Analysis and Conclusion
The Asset Managers’ Report and the Investors’ Report each detail a set of principles and recommended best practices that may be useful to fund managers and investors regardless of size, investment objective or risk exposure. While this alert seeks to highlight certain key topics discussed in the Reports, such as disclosure, risk management and due diligence, the Reports go into great detail regarding numerous topics not discussed in detail herein, such as effective trading and business operations, business continuity, conflicts of interest management and instituting procedures for more effective management of illiquid investments.

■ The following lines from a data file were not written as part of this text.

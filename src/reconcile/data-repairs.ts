import { parseIsoDate } from '../calendar/days.js';
import type { Finding } from '../findings.js';
import { frameFromSeries, findSeries, type SeriesFrame } from '../series/frame.js';

/**
 * Suspect values repaired the way the check that found them knows how, so that reconciliation
 * can ask "does the vendor's figure come from the repaired data?":
 *
 * - `split_like_jump` (no action on file): the NAVs before the jump are scaled by the jump's
 *   simple ratio, as if the split or change of quoting unit had been announced;
 * - `spike_reversal`: the spike's NAV is replaced by the geometric mean of its neighbours.
 *
 * Other findings (stale runs, shifted dates …) have no repair that does not invent data.
 */
export interface Repair {
  /** What was changed, in words for the report. */
  readonly description: string;
  /** The series' NAVs after the repair, as a one-series frame. */
  readonly nav: SeriesFrame;
}

type Repairer = (finding: Finding, dates: Int32Array, values: Float64Array) => string | null;

const REPAIRERS: Readonly<Record<string, Repairer>> = {
  split_like_jump: repairSplitLikeJump,
  spike_reversal: repairSpike,
};

export function repairFor(finding: Finding, nav: SeriesFrame): Repair | null {
  const repairer = REPAIRERS[finding.check];
  const series = finding.series_id === null ? undefined : findSeries(nav, finding.series_id);
  if (!repairer || !series) return null;
  const values = series.values.slice();
  const description = repairer(finding, series.dates, values);
  if (description === null) return null;
  return { description, nav: frameFromSeries([{ id: series.id, dates: series.dates, values }]) };
}

function repairSplitLikeJump(finding: Finding, dates: Int32Array, values: Float64Array): string | null {
  const ratio = Number(finding.evidence.nearest_simple_ratio);
  const day = dateOf(finding.evidence.current);
  if (!(ratio > 0) || day === null) return null;
  let changed = 0;
  for (let i = 0; i < dates.length && dates[i] < day; i++, changed++) values[i] *= ratio;
  return changed === 0 ? null : `NAVs before ${isoOf(finding.evidence.current)} multiplied by ${ratio}, as if the jump had been announced`;
}

function repairSpike(finding: Finding, dates: Int32Array, values: Float64Array): string | null {
  const spike = indexOf(dates, dateOf(finding.evidence.spike));
  if (spike <= 0 || spike + 1 >= dates.length) return null;
  values[spike] = Math.sqrt(values[spike - 1] * values[spike + 1]);
  return `NAV of ${isoOf(finding.evidence.spike)} replaced by the geometric mean of its neighbours (${round(values[spike])})`;
}

function dateOf(point: unknown): number | null {
  const text = isoOf(point);
  return text === null ? null : parseIsoDate(text);
}

function isoOf(point: unknown): string | null {
  const date = (point as { date?: unknown } | undefined)?.date;
  return typeof date === 'string' ? date : null;
}

function indexOf(dates: Int32Array, day: number | null): number {
  if (day === null) return -1;
  for (let i = 0; i < dates.length; i++) if (dates[i] === day) return i;
  return -1;
}

function round(value: number): number {
  return Math.round(value * 1e6) / 1e6;
}
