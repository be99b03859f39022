import type { VendorFigureRecord } from '../ingest/records.js';

/**
 * The precision a vendor printed, read from the figure's raw text: half a unit of the last
 * printed digit, as a decimal. `0.1412` (four decimals) is ±0.00005; `14.12` in percent is
 * ±0.005 % = ±0.00005; `14.1%` is ±0.05 % = ±0.0005; `1.2e-3` is ±0.00005.
 * A figure that differs from navassay's by no more than this may be honest rounding.
 */
export function halfUnitOfPrinted(figure: Pick<VendorFigureRecord, 'raw_value' | 'unit'>): number {
  const text = figure.raw_value.trim();
  const inPercent = figure.unit === 'percent' || text.includes('%');
  return halfUnitOf(printedDecimals(text) + 1 + (inPercent ? 2 : 0));
}

/**
 * 5 / 10^places: 5 / 10^(d + 1) rather than 10^−d / 2, so that four decimals give 0.00005
 * exactly as printed. The common places are computed once, by the same expression.
 */
function halfUnitOf(places: number): number {
  return places >= 0 && places < HALF_UNITS.length ? HALF_UNITS[places] : 5 / 10 ** places;
}

const HALF_UNITS: readonly number[] = Array.from({ length: 24 }, (_, places) => 5 / 10 ** places);

/** Digits after the decimal separator (a point or a comma), less the exponent when there is one. */
export function printedDecimals(text: string): number {
  return plainDecimals(text) ?? decimalsOfAnyText(text);
}

/**
 * Digits after the point of a plain decimal (`0.1412`, `-14`, `3.`), read without a regular
 * expression: nearly every vendor figure is written so, and a daily run reads hundreds of
 * thousands of them. Null for any other text, which `decimalsOfAnyText` reads.
 */
function plainDecimals(text: string): number | null {
  let i = text.length > 0 && text.charCodeAt(0) === MINUS ? 1 : 0;
  const firstDigit = i;
  while (i < text.length && isDigit(text.charCodeAt(i))) i++;
  if (i === firstDigit) return null;
  if (i === text.length) return 0;
  if (text.charCodeAt(i) !== POINT) return null;
  const point = i++;
  while (i < text.length && isDigit(text.charCodeAt(i))) i++;
  return i === text.length ? i - point - 1 : null;
}

const MINUS = 0x2d;
const POINT = 0x2e;

function isDigit(code: number): boolean {
  return code >= 0x30 && code <= 0x39;
}

function decimalsOfAnyText(text: string): number {
  const match = /^[^\deE]*[\d\s'.,]*?(?:[.,](\d+))?\s*(?:[eE]([+-]?\d+))?\s*%?\s*$/.exec(text.trim());
  const fraction = match?.[1]?.length ?? 0;
  const exponent = match?.[2] === undefined ? 0 : Number(match[2]);
  return fraction - exponent;
}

The maintenance, strengthening and/or implementation of strong business and compliance practices will likely have a profound positive effect on a hedge fund’s business, particularly considering the current economic climate. Although many fund managers may already carry out some of the Reports’ best practices recommendations (because of their status as registered investment advisors, or otherwise), fund managers will likely be expected to devote increased attention to such recommendations in order to meet heightened expectations and requirements of investors, market participants and anticipated legislation. Such recommendations are also important considering the increased focus that the Securities and Exchange Commission and other regulators are expected to devote to compliance and transparency issues under existing laws, rules and regulations.2 Consequently, a robust framework of best practices and compliance procedures by fund managers and hedge funds in general, will be of great importance in maintaining existing operations and attracting future capital infusions.